Overview

Supporting Information

This site provides a demonstrative workflow and supporting information for the publication:
Modeling the 2014-2015 Vesicular Stomatitis Outbreak in the United States using an SEIR-SEI Approach

Authors:
Humphreys, Pelzel-McCluskey, Shults, Velazquez Salinas, Bertram, McGregor, Cohnstaedt, Swanson, Scroggs, Fautt, Mooney, Peters, and Rodriguez

Viruses 2024, 16, 1315. https://doi.org/10.3390/v16081315

External Resources

An interactive dashboard to demonstrate the described SEIR-SEI model is available: ShinyApps: https://geoepi.shinyapps.io/seir-vector/

Code for this site and ShinyApp above are available:
GitHub: https://github.com/geoepi/seir-vector

Large model objects, incidence data, and other archived information are available on the Open Science Framework: Project OSF site: https://osf.io/vqgxs/. The R-function get_data_osf() is provided to download and read these data.

Workflow Synopsis

This script provides an overview of the methodologies and code presented in the publication above. Note that data, code, and website configuration files, as well as code for the VSV ShinyApp, are available on the project’s GitHub site and OSF Project site. Executed Stan model objects are approximately 200mb in size, code to download and read these objects is provided in the script.

For simplicity, this workflow will demonstrate analysis for outbreaks observed in 2014, however the workflow can be applied to 2015 outbreaks with minimal modification. The PAGE CONTENTS menu in the right upper corner can be used to navigate to specific sections.

Parameters and Formula

Model Parameters

Brief descriptions of parameters used in the model. Note that additional information and cited sources for selected parameter values are provided in the associated publication.

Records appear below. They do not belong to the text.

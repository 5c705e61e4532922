import { formatInstant } from '@bookmatch/common/calendar/format';
import type { Correction, TimeEntryFacts } from '@bookmatch/common/time/time-contract';

const FIELDS: readonly [keyof TimeEntryFacts, string][] = [
  ['startedAt', 'Start'],
  ['endedAt', 'End'],
  ['kind', 'Kind'],
  ['note', 'Note'],
];

/** What a correction did, a sentence a field: `End: Thu, Jan 14, 2027, 5:00 pm → …, 3:15 pm`. */
export function changeWords({ before, after }: Pick<Correction, 'before' | 'after'>, zone: string): string[] {
  if (!before) return ['The entry was added.'];
  if (!after) return ['The entry was voided.'];
  const words = FIELDS.filter(([key]) => before[key] !== after[key]).map(
    ([key, name]) => `${name}: ${valueOf(before, key, zone)} → ${valueOf(after, key, zone)}`,
  );
  if (before.jobId !== after.jobId) words.push('It was put on another job.');
  if (before.operationId !== after.operationId) words.push('It was put on another operation.');
  return words;
}

function valueOf(facts: TimeEntryFacts, key: keyof TimeEntryFacts, zone: string): string {
  const value = facts[key];
  if (value === null || value === '') return key === 'endedAt' ? 'open' : 'empty';
  if (key === 'startedAt' || key === 'endedAt') return formatInstant(value, zone);
  if (key === 'kind') return value === 'work' ? 'work' : 'meal break';
  return value;
}
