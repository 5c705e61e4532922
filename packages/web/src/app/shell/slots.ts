import { InjectionToken, type Type } from '@angular/core';

/** A component that a slice fills in for the frame, loaded after the first screen. */
export type Slot = () => Promise<Type<unknown>>;

/** At the right of the top bar: what is clocked now, and the button for it. */
export const CLOCK_SLOT = new InjectionToken<Slot | null>('CLOCK_SLOT', {
  providedIn: 'root',
  factory: () => null,
});

/** Above the screen: how the shop's own subscription stands. */
export const BANNER_SLOT = new InjectionToken<Slot | null>('BANNER_SLOT', {
  providedIn: 'root',
  factory: () => null,
});
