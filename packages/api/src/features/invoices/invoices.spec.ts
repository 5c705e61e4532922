import { Books } from '../../../test/harness/books.js';
import { QueryNoter } from '../../../test/harness/query-noter.js';
import { TestApi, type TestShop } from '../../../test/harness/test-api.js';

const NO_ID = '0193e000-0000-7000-8000-00000000abcd';
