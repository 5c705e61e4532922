import type Stripe from 'stripe';
import { refundCharge } from '../acts/refund-charge.js';
import type { Desk } from '../desk.js';
import { onShelf } from '../state/book.js';
import { call, expandable, type Call } from '../wire/call.js';
import { invalid, noSuch } from '../wire/error.js';
import { mergeMetadata, metadata } from '../wire/metadata.js';
import { integer, oneOf, text } from '../wire/scalars.js';
import { fields, may, type Names } from '../wire/spec.js';

const create = call({
  method: 'post',
  path: '/v1/refunds',
  params: fields({
    amount: may(integer(1, 99_999_999)),
    charge: may(text()),
    metadata: may(metadata()),
    payment_intent: may(text()),
    reason: may(oneOf('duplicate', 'fraudulent', 'requested_by_customer')),
    ...expandable,
  } satisfies Names<Stripe.RefundCreateParams>),
  run(desk, params) {
    const charge = chargeOf(desk, params.charge, params.payment_intent);
    return refundCharge(desk, {
      charge,
      amountCents: params.amount,
      reason: params.reason ?? null,
      metadata: mergeMetadata({}, params.metadata),
    });
  },
});

function chargeOf(desk: Desk, charge: string | undefined, intent: string | undefined): Stripe.Charge {
  if ((charge === undefined) === (intent === undefined)) {
    throw invalid('Give one of these parameters: charge, payment_intent.', 'charge', 'parameter_missing');
  }
  const id = charge ?? chargeIdOf(desk, intent ?? '');
  const found = onShelf(desk.book.charges, id);
  if (found === undefined) throw noSuch('charge', id, 'charge', 404);
  return found;
}

function chargeIdOf(desk: Desk, intentId: string): string {
  const intent = onShelf(desk.book.paymentIntents, intentId);
  if (intent === undefined) throw noSuch('payment_intent', intentId, 'payment_intent', 404);
  if (intent.status !== 'succeeded' || typeof intent.latest_charge !== 'string') {
    throw invalid(`Payment ${intentId} has no successful charge to refund.`, 'payment_intent');
  }
  return intent.latest_charge;
}

export const refundCalls: Call[] = [create];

\begin{array}{|c|l|} \hline \text{Parameter} & \text{Description} \\ \hline N_h & \text{Total number of vertebrate hosts} \\ N_v & \text{Total number of insect vectors} \\ \upsilon_h & \text{Contact rate, bites sustained by host} \\ \upsilon_v & \text{Contact rate, vector biting rate} \\ \beta_h & \text{Vector to host transmission probability} \\ \beta_v & \text{Host to vector transmission probability} \\ \sigma_h & \text{Intrinsic Incubation Period (IIP)} \\ \sigma_v & \text{Extrinsic Incubation Period (EIP)} \\ \gamma_h & \text{Host removal rate (recovery or quarantine)} \\ \rho_h & \text{Host heterogeneous competency} \\ \rho_v & \text{Vector heterogeneous competency} \\ \mu_v & \text{Vector background mortality rate} \\ \kappa & \text{Observation bias (proportion observed)} \\ \hline \end{array}

Model Specification

Mechanistic aspects of the model can can be diagrammatically represented as shown below. Note that in case of both the vertebrate hosts (h subscript) and vectors (v subscript), the term \rho influences the number of exposed individuals (E) that proceed to the infectiousness compartment (I).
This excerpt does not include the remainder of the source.